Grave with a view...
Jan 22, 2023
357
i don't feel as suicidal as i was before, but i know that it's going to come back. it always does. i feel pathetic saying this, but i really just want to give up. i never really saw the point of us being alive. i feel like with evolution and us having our smart social/emotional human brains, we know too much shit for our own good. it sucks when you're a person that feels like they have zero purpose and zero potential. i hate myself and everything about me and i hate how my brain is and i hate all the talking that goes on in there. i'm so in my head that it's making me feel crazy. i just want it to end. i don't want to see how far i can make it in life or anything like that. i feel like i can't even just try to make the best of it and be happy because i don't know what makes me happy. i don't know what i like, i don't know myself anymore. i hate myself and don't care to know her.

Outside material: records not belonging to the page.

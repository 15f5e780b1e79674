// `npm start`: everything a newcomer needs, on a fresh clone. Data lives under .data/ and is kept
// between runs. Ctrl-C stops every child.
import { spawn, spawnSync } from 'node:child_process';
import path from 'node:path';
import { ensureNodeModules, log, repoRoot, startFake, startPostgres, stopChild, waitForPort } from './lib/services.mjs';

const dataDir = path.join(repoRoot, '.data');
const env = { ...process.env };
const children = [];
let stopping = false;

async function stopAll(code = 0) {
  if (stopping) return;
  stopping = true;
  log('stopping…');
  for (const c of children.reverse()) await c.stop().catch(() => undefined);
  log('stopped');
  process.exit(code);
}
process.on('SIGINT', () => stopAll(0));
process.on('SIGTERM', () => stopAll(0));

try {
  ensureNodeModules();

  if (!env.DATABASE_URL) {
    const pgPort = Number(env.PG_PORT || 54329);
    const pg = await startPostgres({ dataDir: path.join(dataDir, 'pg'), port: pgPort });
    children.push(pg);
    env.DATABASE_URL = `postgres://postgres@127.0.0.1:${pgPort}/jigwright`;
    log(`PostgreSQL on 127.0.0.1:${pgPort}`);
  }
  if (!env.S3_ENDPOINT) {
    env.S3_ENDPOINT = '127.0.0.1';
    env.S3_PORT = env.S3_PORT || '9329';
    children.push(await startFake('objects', { port: Number(env.S3_PORT), dir: path.join(dataDir, 'objects'), extraEnv: { FAKE_BUCKET: env.S3_BUCKET || 'jigwright' } }));
  }
  if (!env.SMTP_URL) {
    const mailPort = Number(env.MAIL_PORT || 2529);
    env.SMTP_URL = `smtp://127.0.0.1:${mailPort}`;
    children.push(await startFake('mail', { port: mailPort, dir: path.join(dataDir, 'mail') }));
  }

  const tsx = path.join(repoRoot, 'node_modules', '.bin', 'tsx');
  const prep = spawnSync(tsx, ['server/cli/prepare.ts'], { cwd: repoRoot, env, stdio: 'inherit' });
  if (prep.status !== 0) throw new Error('database preparation failed');

  const { ensureWebExport } = await import('./lib/web.mjs');
  ensureWebExport();

  const port = Number(env.PORT || 8329);
  env.PORT = String(port);
  const server = spawn(tsx, ['server/main.ts'], { cwd: repoRoot, env, stdio: ['ignore', 'inherit', 'inherit'] });
  children.push({ stop: () => stopChild(server) });
  server.on('exit', (code) => {
    if (!stopping) {
      log(`the API server exited (code ${code})`);
      stopAll(1);
    }
  });
  await waitForPort(port, 60000);

  const url = `http://127.0.0.1:${port}`;
  log('');
  log(`ready: ${url}`);
  log('demo sign-ins (invented shops "Larchmere Workshop" and "Otterbrook Makerspace"):');
  const accounts = JSON.parse(spawnSync(tsx, ['db/cli.ts', 'accounts'], { cwd: repoRoot, env, encoding: 'utf8' }).stdout || '[]');
  for (const a of accounts) log(`  ${a.role.padEnd(7)} ${a.email.padEnd(28)} ${a.password}`);
  log(`captured mail: ${path.join(dataDir, 'mail')} (one .eml file per message)`);
  log('Ctrl-C stops everything; data stays in .data/');
} catch (e) {
  console.error(`[jigwright] ${e.message}`);
  await stopAll(1);
}
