describe('DXF units ($INSUNITS, HEADER group 70; Autodesk DXF Reference)', () => {
  it('reads a LINE square in millimetres ($INSUNITS 4 = millimeters)', () => {
    const r = importDxf(dxf(square(100, 50)));
    expect(r.sourceUnits).toBe('mm');
    expect(r.unitsFrom).toBe('header');
    expect(r.entityCounts).toEqual({ LINE: 4 });
    expect(pathsOf(r.model)).toHaveLength(4);
    expect(extents(r.model)).toEqual({ minX: 0, minY: 0, maxX: 100, maxY: 50 });
    // LINE 10/20 start, 11/21 end: four lines meeting end to end close one contour of 100 × 50 (D)
    const s = summarizeModel(r.model);
    expect(s.closedContours).toBe(1);
    expect(s.openContours).toBe(0);
    expect(s.area).toBeCloseTo(5000, 9);
    expect(r.model.units).toBe('mm');
  });

  it('converts inches ($INSUNITS 1) at 25.4 mm per inch exactly (16 CFR 500.19)', () => {
    const r = importDxf(dxf(square(4, 2), { insunits: 1 }));
    expect(r.sourceUnits).toBe('in');
    const e = extents(r.model);
    expect(e.maxX).toBeCloseTo(101.6, 12);
    expect(e.maxY).toBeCloseTo(50.8, 12);
  });

  it.each([
    [2, 'ft', 304.8], // 1 ft = 12 in = 304.8 mm (16 CFR 500.19)
    [5, 'cm', 10],
    [6, 'm', 1000],
  ])('converts $INSUNITS %i (%s) to millimetres', (code, units, mmPerUnit) => {
    const r = importDxf(dxf(square(2, 1), { insunits: code }));
    expect(r.sourceUnits).toBe(units);
    expect(extents(r.model).maxX).toBeCloseTo(2 * mmPerUnit, 9);
  });

  it('asks for units when $INSUNITS is missing, and tells the drawing size in file units', () => {
    let err: unknown;
    try {
      importDxf(dxf(square(120, 80), { insunits: null }));
    } catch (e) {
      err = e;
    }
    expect(err).toBeInstanceOf(UnitsNeeded);
    const u = err as UnitsNeeded;
    expect(u.code).toBe('units_needed');
    expect(u.name).toBe('UnitsNeeded');
    expect(u.message).toMatch(/does not say which units/);
    expect(u.extents).toEqual({ width: 120, height: 80 });
    expect(u.suggested).toBeUndefined();
  });

  it('asks for units when $INSUNITS is 0 (unitless), hinting from $MEASUREMENT 1 (metric; it does not scale geometry)', () => {
    expect(() => importDxf(dxf(square(1, 1), { insunits: 0, measurement: 1 }))).toThrow(UnitsNeeded);
    try {
      importDxf(dxf(square(1, 1), { insunits: 0, measurement: 1 }));
    } catch (e) {
      expect((e as UnitsNeeded).suggested).toBe('mm');
      expect((e as UnitsNeeded).message).toMatch(/unitless/);
    }
  });

  it("uses the user's units when the file has none", () => {
    const r = importDxf(dxf(square(4, 2), { insunits: null }), { units: 'in' });
    expect(r.unitsFrom).toBe('user');
    expect(r.sourceUnits).toBe('in');
    expect(extents(r.model).maxX).toBeCloseTo(101.6, 12);
  });

  it("keeps the header's units over a different user choice, and says so", () => {
    const r = importDxf(dxf(square(10, 10), { insunits: 4 }), { units: 'in' });
    expect(r.unitsFrom).toBe('header');
    expect(extents(r.model).maxX).toBe(10);
    expect(r.warnings.join(' ')).toMatch(/millimetres; that was used instead of the inches/);
  });

  it('refuses $INSUNITS codes it does not read (3 = miles, from memory)', () => {
    expect(rejection(() => importDxf(dxf(square(1, 1), { insunits: 3 }))).code).toBe('unsupported_units');
  });

  it('still reports other problems before asking for units', () => {
    expect(rejection(() => importDxf(dxf([[0, 'TEXT', 8, '0', 10, 0, 20, 0, 40, 2, 1, 'hi']], { insunits: null }))).code).toBe('no_geometry');
  });
});
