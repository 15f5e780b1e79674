import { Link } from 'expo-router';
import { StyleSheet, Text, View } from 'react-native';
import { AppFrame } from '@/components/layout/AppFrame';
import { CatalogCard } from '@/components/generators/CatalogCard';
import { space, theme } from '@/components/ui';
import { GENERATORS } from '@/shared/generators';

const KIND_LABEL = { insert: 'Insert', jig: 'Jig', template: 'Template' } as const;

// Listed from the shared registry, like the previews: the same code the server lists from, in the bundle.
export default function GeneratorList() {
  return (
    <AppFrame title="Generators">
      <Text style={theme.body}>Set the sizes and get a cut drawing with a fit report. Nothing is saved until you save it.</Text>
      <View style={styles.grid}>
        {GENERATORS.map((g) => (
          <CatalogCard key={g.id} href={`/generators/${g.id}`} title={g.title} tag={KIND_LABEL[g.kind]} description={g.description} detail={`${g.params.length} settings`} />
        ))}
      </View>
      <Link href="/calculators" style={theme.link}>
        Shop calculators: wood movement, tapers, miters
      </Link>
    </AppFrame>
  );
}

const styles = StyleSheet.create({
  grid: { flexDirection: 'row', flexWrap: 'wrap', gap: space.lg },
});
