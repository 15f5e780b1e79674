import { zodResolver } from '@hookform/resolvers/zod';
import { Link } from 'expo-router';
import { useForm } from 'react-hook-form';
import { Text } from 'react-native';
import { useRequestReset } from '@/components/api/auth';
import { AuthPanel } from '@/components/account/AuthPanel';
import { FormField } from '@/components/account/FormField';
import { useSubmit } from '@/components/account/useSubmit';
import { Button, Notice } from '@/components/library/controls';
import { theme } from '@/components/ui';
import { RequestReset } from '@/shared/schemas/auth';

export default function ForgotPasswordScreen() {
  const request = useRequestReset();
  const form = useForm({ resolver: zodResolver(RequestReset), defaultValues: { email: '' } });
  const { control } = form;
  const { submit, formError } = useSubmit(form, ['email'], (values) => request.mutateAsync(values));

  return (
    <AuthPanel title="Forgot the password">
      {request.isSuccess ? (
        <Notice tone="ok" title="Check your mail">
          {request.data.message}
        </Notice>
      ) : (
        <>
          <Text style={theme.body}>Give the address you sign in with. We mail a link that lets you choose a new password.</Text>
          <FormField control={control} name="email" label="E-mail" inputMode="email" autoComplete="email" onSubmitEditing={submit} />
          {formError ? <Notice>{formError}</Notice> : null}
          <Button label="Send the link" onPress={submit} busy={request.isPending} />
        </>
      )}
      <Link href="/sign-in" style={theme.link}>
        Back to sign in
      </Link>
    </AuthPanel>
  );
}
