import { restoreRevision } from '@/db/queries/passes';
import { jsonError, withSeriesRole } from '@/lib/http/route';
import { byPassId } from '@/lib/http/series-of';

type Params = { passId: string; revisionId: string };
const seriesOf = byPassId;

/** Restores a revision as a new state of the pass; the state before is kept as a revision. */
export const POST = withSeriesRole<Params>('edit', seriesOf, async ({ db, params, user }) => {
  const done = await restoreRevision(db, { passId: params.passId, revisionId: params.revisionId, userId: user.id });
  if (!done) return jsonError(404, 'Not found.');
  return Response.json(done);
});
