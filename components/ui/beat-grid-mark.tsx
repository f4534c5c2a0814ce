import { BEAT_KINDS, BEAT_LABELS, type BeatKind } from '@/lib/gags/status';

/** A tiny 2×2 page: a filled square for each beat that has a note. */
export function BeatGridMark({ beats }: { beats: { kind: BeatKind; note: string }[] }) {
  const written = new Set(beats.filter((b) => b.note.trim() !== '').map((b) => b.kind));
  const label = `${written.size} of 4 beats written${
    written.size
      ? `: ${BEAT_KINDS.filter((k) => written.has(k))
          .map((k) => BEAT_LABELS[k])
          .join(', ')}`
      : ''
  }`;
  return (
    <span className="inline-flex items-center gap-1.5" title={label}>
      <span aria-hidden className="grid grid-cols-2 gap-[2px] rounded-sm border border-marker-40 bg-white p-[2px]">
        {BEAT_KINDS.map((k) => (
          <span key={k} className={`h-2 w-2 ${written.has(k) ? 'bg-graphite' : 'bg-marker-10'}`} />
        ))}
      </span>
      <span className="sr-only">{label}</span>
      <span aria-hidden className="text-xs text-graphite-faint">
        {written.size}/4
      </span>
    </span>
  );
}
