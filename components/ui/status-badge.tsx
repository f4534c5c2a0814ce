import { STATUS_LABELS, type GagStatus } from '@/lib/gags/status';

// Colour is never the only signal: the label is always written out.
const TONES: Record<GagStatus, string> = {
  idea: 'bg-marker-10 text-graphite-soft border-marker-20',
  thumbnailing: 'bg-white text-graphite border-marker-40',
  in_review: 'bg-ink-light text-ink border-ink/30',
  ready_to_ink: 'bg-ready-light text-ready border-ready/50',
  inked: 'bg-graphite text-white border-graphite',
  // White on marker-80 is about 6.6:1 (WCAG 2.x AA asks 4.5:1 for small text).
  scanned: 'bg-marker-80 text-white border-marker-80',
  placed: 'bg-paper-deep text-graphite border-paper-edge',
};

export function StatusBadge({ status }: { status: GagStatus }) {
  return (
    <span className={`inline-flex items-center rounded-full border px-2 py-0.5 text-xs font-bold ${TONES[status]}`}>
      {status === 'ready_to_ink' && (
        <span aria-hidden className="mr-1">
          ✓
        </span>
      )}
      {STATUS_LABELS[status]}
    </span>
  );
}
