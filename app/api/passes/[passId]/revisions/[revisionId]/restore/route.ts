import { restoreRevision, seriesOfPass } from '@/db/queries/passes';
import { jsonError, withSeriesRole } from '@/lib/http/route';

type Params = { passId: string; revisionId: string };
const seriesOf = (p: Params, db: Parameters<typeof seriesOfPass>[0]) => seriesOfPass(db, p.passId);

/** Restores a revision as a new state of the pass; the state before is kept as a revision. */
export const POST = withSeriesRole<Params>('edit', seriesOf, async ({ db, params, user }) => {
  const done = await restoreRevision(db, { passId: params.passId, revisionId: params.revisionId, userId: user.id });
  if (!done) return jsonError(404, 'Not found.');
  return Response.json(done);
});
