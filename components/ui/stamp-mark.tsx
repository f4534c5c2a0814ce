// The mark a stamp leaves on a pass card (the gag page) and a gag card (the board):
// "ready to ink" while it stands, "sent back" for "needs another pass", and a quiet
// note once a "ready" stamp was cleared. Words always say it; colour only repeats it.
// Text marks rather than icons: it shows on the board, whose first load stays light.
import type { StampDecision } from '@/lib/review/words';

export function StampMark({
  decision,
  standing,
  passNumber,
  className = '',
}: {
  decision: StampDecision;
  /** A "ready" stamp that no later change has cleared. */
  standing: boolean;
  /** Said when the mark is not already on that pass's own card. */
  passNumber?: number;
  className?: string;
}) {
  const ofPass = passNumber !== undefined ? ` · pass ${passNumber}` : '';
  if (decision === 'ready' && standing) {
    return (
      <span
        data-testid="stamp-mark"
        data-stamp="ready"
        className={`inline-flex -rotate-2 items-center gap-1 rounded border-2 border-ready bg-ready-light px-1.5 py-0.5 text-xs font-extrabold uppercase tracking-wide text-ready ${className}`}
      >
        <span aria-hidden>✓</span>
        Ready to ink{ofPass}
      </span>
    );
  }
  if (decision === 'again') {
    return (
      <span
        data-testid="stamp-mark"
        data-stamp="again"
        className={`inline-flex items-center gap-1 rounded border border-dashed border-marker-60 bg-marker-10 px-1.5 py-0.5 text-xs font-bold text-graphite-soft ${className}`}
      >
        <span aria-hidden>↩</span>
        Sent back{ofPass}
      </span>
    );
  }
  return (
    <span data-testid="stamp-mark" data-stamp="cleared" className={`inline-flex items-center text-xs text-graphite-faint ${className}`}>
      “Ready” stamp cleared{ofPass}
    </span>
  );
}
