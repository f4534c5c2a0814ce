// Receives a batch of editor operations; applies it in one transaction, once.
import { applyBatch } from '@/db/queries/passes';
import { pageSpecForPass } from '@/db/queries/series';
import { Refused, withSeriesRole } from '@/lib/http/route';
import { MAX_BATCH_BYTES } from '@/lib/strokes/types';
import { batchSchema, checkOpsInside } from '@/lib/validation/pass';
import { byPassId } from '@/lib/http/series-of';
import { uploadsInSeries } from '@/db/queries/uploads';
import { passWithGag } from '@/db/queries/pass-info';
import { passChanged } from '@/lib/live/events';

type Params = { passId: string };
const seriesOf = byPassId;

export const POST = withSeriesRole<Params, typeof batchSchema>(
  'edit',
  seriesOf,
  { body: batchSchema, maxBytes: MAX_BATCH_BYTES },
  async ({ db, params, user, seriesId, body }) => {
    const batch = body;
    const spec = await pageSpecForPass(db, seriesId, params.passId);
    const outside = checkOpsInside(batch.ops, spec);
    if (outside) throw new Refused(422, outside);
    const wanted = [...new Set(batch.ops.flatMap((op) => (op.op === 'lightbox' ? [op.lightbox.uploadId] : [])))];
    if (wanted.length) {
      const known = await uploadsInSeries(db, seriesId, wanted);
      const missing = wanted.find((id) => !known.has(id));
      if (missing) throw new Refused(422, `There is no upload ${missing} in this series to place as a lightbox.`);
    }
    const { seq, stampCleared } = await applyBatch(db, {
      passId: params.passId,
      batchId: batch.batchId,
      ops: batch.ops,
      userId: user.id,
      spec,
    });
    // Announced for a replay too: its original's instance may have died between commit and announcement.
    const gagId = (await passWithGag(db, params.passId))!.gagId;
    await passChanged({ seriesId, gagId, passId: params.passId, seq, stampCleared });
    return Response.json({ seq });
  },
);
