// Receives a batch of editor operations; applies it in one transaction, once.
import { applyBatch } from '@/db/queries/batches';
import { pageSpecForPass } from '@/db/queries/series';
import { Refused, withSeriesRole } from '@/lib/http/route';
import { MAX_BATCH_BYTES } from '@/lib/strokes/types';
import { batchSchema, checkOpsInside } from '@/lib/validation/pass';
import { byPassId } from '@/lib/http/series-of';
import { uploadsInSeries } from '@/db/queries/uploads';
import { passWithGag } from '@/db/queries/pass-info';
import { passChanged } from '@/lib/live/events';

type Params = { passId: string };
const seriesOf = byPassId;

export const POST = withSeriesRole<Params, typeof batchSchema>(
  'edit',
  seriesOf,
  { body: batchSchema, maxBytes: MAX_BATCH_BYTES },
  async ({ db, params, user, seriesId, body }) => {
    const batch = body;
    const spec = await pageSpecForPass(db, seriesId, params.passId);
    const outside = checkOpsInside(batch.ops, spec);
    if (outside) throw new Refused(422, outside);
    // A lightbox whose upload is not (or no longer) in the series is skipped, not the whole batch: someone
    // deleting a scan must not turn a stroke drawn beside a nudge into a refused batch. Only a batch with
    // nothing else in it is refused.
    const wanted = [...new Set(batch.ops.flatMap((op) => (op.op === 'lightbox' ? [op.lightbox.uploadId] : [])))];
    const known = wanted.length ? await uploadsInSeries(db, seriesId, wanted) : new Set<string>();
    const stale = (op: (typeof batch.ops)[number]) => op.op === 'lightbox' && !known.has(op.lightbox.uploadId);
    const ops = batch.ops.filter((op) => !stale(op));
    const skipped = batch.ops.filter(stale).map((op) => ({
      op: 'lightbox',
      id: op.op === 'lightbox' ? op.lightbox.id : '',
      reason: `There is no upload ${op.op === 'lightbox' ? op.lightbox.uploadId : ''} in this series to place as a lightbox.`,
    }));
    if (ops.length === 0) throw new Refused(422, skipped[0]!.reason);
    const { seq, stampCleared } = await applyBatch(db, {
      passId: params.passId,
      batchId: batch.batchId,
      ops,
      userId: user.id,
      spec,
    });
    // Announced for a replay too: its original's instance may have died between commit and announcement.
    const gagId = (await passWithGag(db, params.passId))!.gagId;
    await passChanged({ seriesId, gagId, passId: params.passId, seq, stampCleared });
    return Response.json(skipped.length ? { seq, skipped } : { seq });
  },
);
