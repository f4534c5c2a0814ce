// The board's small glyphs, drawn here rather than taken from an icon
// library: the board page is the most visited, and its first load stays light.
type GlyphProps = { className?: string };

const common = {
  viewBox: '0 0 16 16',
  fill: 'none',
  stroke: 'currentColor',
  strokeWidth: 1.6,
  strokeLinecap: 'round',
  strokeLinejoin: 'round',
} as const;

/** Four panels: the columns view. */
export function PanelsGlyph({ className }: GlyphProps) {
  return (
    <svg {...common} className={className} aria-hidden="true">
      <rect x="2" y="2" width="5" height="5" rx="0.8" />
      <rect x="9" y="2" width="5" height="5" rx="0.8" />
      <rect x="2" y="9" width="5" height="5" rx="0.8" />
      <rect x="9" y="9" width="5" height="5" rx="0.8" />
    </svg>
  );
}

/** Ruled rows: the table view. */
export function RowsGlyph({ className }: GlyphProps) {
  return (
    <svg {...common} className={className} aria-hidden="true">
      <rect x="2" y="2.5" width="12" height="11" rx="1" />
      <path d="M2 6.5h12M2 10h12M6 6.5v7" />
    </svg>
  );
}

/** A loupe: search. */
export function LoupeGlyph({ className }: GlyphProps) {
  return (
    <svg {...common} className={className} aria-hidden="true">
      <circle cx="7" cy="7" r="4.2" />
      <path d="M10.2 10.2 14 14" />
    </svg>
  );
}

/** Two rows of dots: a grip to pick a card up by. */
export function GripGlyph({ className }: GlyphProps) {
  return (
    <svg viewBox="0 0 16 16" fill="currentColor" className={className} aria-hidden="true">
      {[3.5, 8, 12.5].map((y) => (
        <g key={y}>
          <circle cx="5.5" cy={y} r="1.3" />
          <circle cx="10.5" cy={y} r="1.3" />
        </g>
      ))}
    </svg>
  );
}
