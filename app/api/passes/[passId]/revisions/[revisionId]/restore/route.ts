import { restoreRevision } from '@/db/queries/revisions';
import { jsonError, withSeriesRole } from '@/lib/http/route';
import { byPassId } from '@/lib/http/series-of';
import { passWithGag } from '@/db/queries/pass-info';
import { passChanged } from '@/lib/live/events';

type Params = { passId: string; revisionId: string };
const seriesOf = byPassId;

/** Restores a revision as a new state of the pass; the state before is kept as a revision. */
export const POST = withSeriesRole<Params>('edit', seriesOf, async ({ db, params, user, seriesId }) => {
  const done = await restoreRevision(db, { passId: params.passId, revisionId: params.revisionId, userId: user.id });
  if (!done) return jsonError(404, 'Not found.');
  const gagId = (await passWithGag(db, params.passId))!.gagId;
  await passChanged({ seriesId, gagId, passId: params.passId, seq: done.seq, stampCleared: true });
  return Response.json(done);
});
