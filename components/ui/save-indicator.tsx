import { Check, CloudOff, Loader2, PencilLine } from 'lucide-react';
import type { SaveState } from '@/hooks/use-autosave';
import { SAVED_WORDS } from './save-words';

const TEXT: Record<SaveState, string> = {
  saved: SAVED_WORDS,
  pending: 'Unsaved changes…',
  saving: 'Saving…',
  error: 'Not saved',
};

export function SaveIndicator({ state, message }: { state: SaveState; message?: string | null }) {
  const Icon = state === 'saved' ? Check : state === 'saving' ? Loader2 : state === 'error' ? CloudOff : PencilLine;
  return (
    <p
      role="status"
      aria-live="polite"
      data-save-state={state}
      className={`inline-flex items-center gap-1.5 text-sm ${state === 'error' ? 'text-stamp' : 'text-graphite-faint'}`}
    >
      <Icon aria-hidden className={`h-4 w-4 ${state === 'saving' ? 'animate-spin' : ''}`} />
      {TEXT[state]}
      {state === 'error' && message ? `: ${message}` : ''}
    </p>
  );
}
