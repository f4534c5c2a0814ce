'use client';

/** A timestamp in the reader's own time zone (rendered on the client). */
export function When({ iso }: { iso: string }) {
  const d = new Date(iso);
  return (
    <time dateTime={iso} suppressHydrationWarning>
      {d.toLocaleString(undefined, { day: 'numeric', month: 'short', hour: '2-digit', minute: '2-digit' })}
    </time>
  );
}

I might be stating the obvious here, but it seems like you're feeling overwhelmed. You're not wrong that being conscious can screw us over in a way—knowing too much for our own good, as you put it. Having a concept of the future, our past, our own mortality, all of that. It can be a lot, definitely. I've been in that head space before. But right now I would like to offer a different perspective, if you're interested.

You say you got your SN recently, and now you feel like you're "taking too long" to take action, but you're not taking action because you're not feeling as suicidal as you were before, and the fact that people in your life are reaching out and showing interest is causing you to second guess yourself. You already have your method, and it's not going anywhere. Do you think maybe taking some time to listen to the side of you who's asking all these questions could be beneficial? You don't need to figure out all the answers to those questions right now, or all at once either.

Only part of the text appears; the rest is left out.